• Task item
Give the number of lines in the records below that hold "gives"; nothing else is needed.

• Study material
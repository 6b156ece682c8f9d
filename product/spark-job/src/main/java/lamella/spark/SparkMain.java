package lamella.spark;

import java.io.IOException;
import java.io.PrintStream;
import java.nio.file.Path;
import java.util.HashMap;
import java.util.List;
import java.util.Map;
import org.apache.spark.SparkConf;
import org.apache.spark.sql.SparkSession;

/**
 * The Spark job's entry point, for {@code spark-submit} and for the {@code lamella} script's {@code --engine spark}:
 * {@code map CASE.json --out DIR [--master URL | --threads N] [--partitions N]} and
 * {@code batch MANIFEST.json|FOLDER --out DIR [--master URL | --threads N] [--partitions N]}. The master is {@code --master}, else
 * {@code local[N]} for {@code --threads N}, else the one spark-submit gives ({@code spark.master}), else
 * {@code local[*]}. Exit status as the runtime's commands: 0
 * done, 1 failed while working, 2 bad input or usage.
 */
public final class SparkMain {

    static final int OK = 0;
    static final int FAILED = 1;
    static final int BAD_INPUT = 2;
    static final String JARS = "lamella.spark.jars";

    static final String USAGE = """
            usage: lamella-spark-job map CASE.json --out DIR [--master URL | --threads N] [--partitions N]
                   lamella-spark-job batch MANIFEST.json|FOLDER --out DIR [--master URL | --threads N] [--partitions N]
            The map or batch command of Lamella as a Spark application (see the README, "On Apache Spark").
            --master: a Spark master URL (default: the one spark-submit gives, else local[*]); --threads N:
            Spark in this process on N threads (local[N]);
            --partitions: how many partitions the map's tiles or the batch's cases are spread over (default:
            four per core of the cluster, at most one per tile or case).""";

    private SparkMain() {
    }

    public static void main(String[] args) {
        System.exit(run(List.of(args), System.out, System.err));
    }

    /** Runs one job and returns its exit status; starts and stops its own Spark session. */
    static int run(List<String> args, PrintStream stdout, PrintStream err) {
        if (args.isEmpty() || !(args.get(0).equals("map") || args.get(0).equals("batch"))) {
            err.println("lamella spark: which job? (map or batch)\n" + USAGE);
            return BAD_INPUT;
        }
        String job = args.get(0);
        Map<String, String> options = new HashMap<>();
        String input = null;
        for (int i = 1; i < args.size(); i++) {
            String a = args.get(i);
            if (a.equals("--out") || a.equals("--master") || a.equals("--partitions") || a.equals("--engine")
                    || a.equals("--threads")) {
                if (i + 1 >= args.size()) {
                    err.println("lamella " + job + ": " + a + " needs a value\n" + USAGE);
                    return BAD_INPUT;
                }
                options.put(a, args.get(++i));
            } else if (a.startsWith("--")) {
                err.println("lamella " + job + ": unknown option " + a + " for the Spark engine\n" + USAGE);
                return BAD_INPUT;
            } else if (input == null) {
                input = a;
            } else {
                err.println("lamella " + job + ": one input at a time; got also " + a + "\n" + USAGE);
                return BAD_INPUT;
            }
        }
        if (options.containsKey("--engine") && !options.get("--engine").equals("spark")) {
            err.println("lamella " + job + ": this is the Spark engine; --engine " + options.get("--engine")
                    + " runs in Lamella's own runtime (./lamella " + job + " without --engine spark)");
            return BAD_INPUT;
        }
        if (input == null) {
            err.println("lamella " + job + ": which " + (job.equals("map") ? "case file" : "manifest or folder")
                    + "?\n" + USAGE);
            return BAD_INPUT;
        }
        if (!options.containsKey("--out")) {
            err.println("lamella " + job + ": --out DIR is needed\n" + USAGE);
            return BAD_INPUT;
        }
        String master = options.get("--master");
        if (options.containsKey("--threads")) {
            if (master != null) {
                err.println("lamella " + job + ": --threads runs Spark in this process; give it or --master, not both");
                return BAD_INPUT;
            }
            String t = options.get("--threads");
            if (!t.matches("[1-9][0-9]{0,3}")) {
                err.println("lamella " + job + ": --threads expects a whole number ≥ 1, got '" + t + "'");
                return BAD_INPUT;
            }
            master = "local[" + t + "]";
        }
        int partitions = 0;
        if (options.containsKey("--partitions")) {
            try {
                partitions = Integer.parseInt(options.get("--partitions"));
            } catch (NumberFormatException e) {
                partitions = -1;
            }
            if (partitions < 1) {
                err.println("lamella " + job + ": --partitions expects a whole number ≥ 1, got '"
                        + options.get("--partitions") + "'");
                return BAD_INPUT;
            }
        }
        JobSettings settings;
        try {
            settings = JobSettings.fromSystem();
        } catch (IOException | NumberFormatException e) {
            err.println("lamella " + job + ": " + e.getMessage());
            return BAD_INPUT;
        }
        Path in = settings.resolve(input);
        Path out = settings.resolve(options.get("--out"));
        long t0 = System.nanoTime();
        SparkSession spark = session("lamella " + job, master);
        double startup = (System.nanoTime() - t0) * 1e-9;
        try {
            err.printf(java.util.Locale.ROOT, "lamella %s: Spark %s on %s, started in %.1f s%n", job,
                    spark.version(), spark.sparkContext().master(), startup);
            for (String left : JobModels.of(settings).services.skipped) {
                err.println("lamella " + job + ": a plug-in component the Spark job cannot wire is left out: " + left);
            }
            return job.equals("map") ? MapJob.run(spark, in, out, partitions, settings, stdout, err)
                    : BatchJob.run(spark, in, out, partitions, settings, stdout, err);
        } finally {
            spark.stop();
        }
    }

    /** A session on the master spark-submit gives, else on {@code master}, else on {@code local[*]}. */
    static SparkSession session(String name, String master) {
        SparkConf conf = new SparkConf().setAppName(name);
        if (master != null) {
            conf.setMaster(master);
        } else if (!conf.contains("spark.master")) {
            conf.setMaster("local[*]");
        }
        if (conf.get("spark.master").startsWith("local")) {
            conf.setIfMissing("spark.ui.enabled", "false");
            conf.setIfMissing("spark.driver.host", "127.0.0.1");
            conf.setIfMissing("spark.driver.bindAddress", "127.0.0.1");
        }
        conf.setIfMissing("spark.sql.shuffle.partitions", "8");
        // The job jar and plug-in jars for a cluster's executors (the lamella script names them).
        String jars = System.getProperty(JARS);
        if (jars != null && !jars.isBlank() && !conf.get("spark.master").startsWith("local")) {
            conf.setIfMissing("spark.jars", jars);
        }
        SparkSession spark = SparkSession.builder().config(conf).getOrCreate();
        spark.sparkContext().setLogLevel("WARN");
        return spark;
    }

    static String firstLine(Throwable e) {
        String m = String.valueOf(e.getMessage());
        int nl = m.indexOf('\n');
        return nl < 0 ? m : m.substring(0, nl);
    }
}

• Exercise answer
3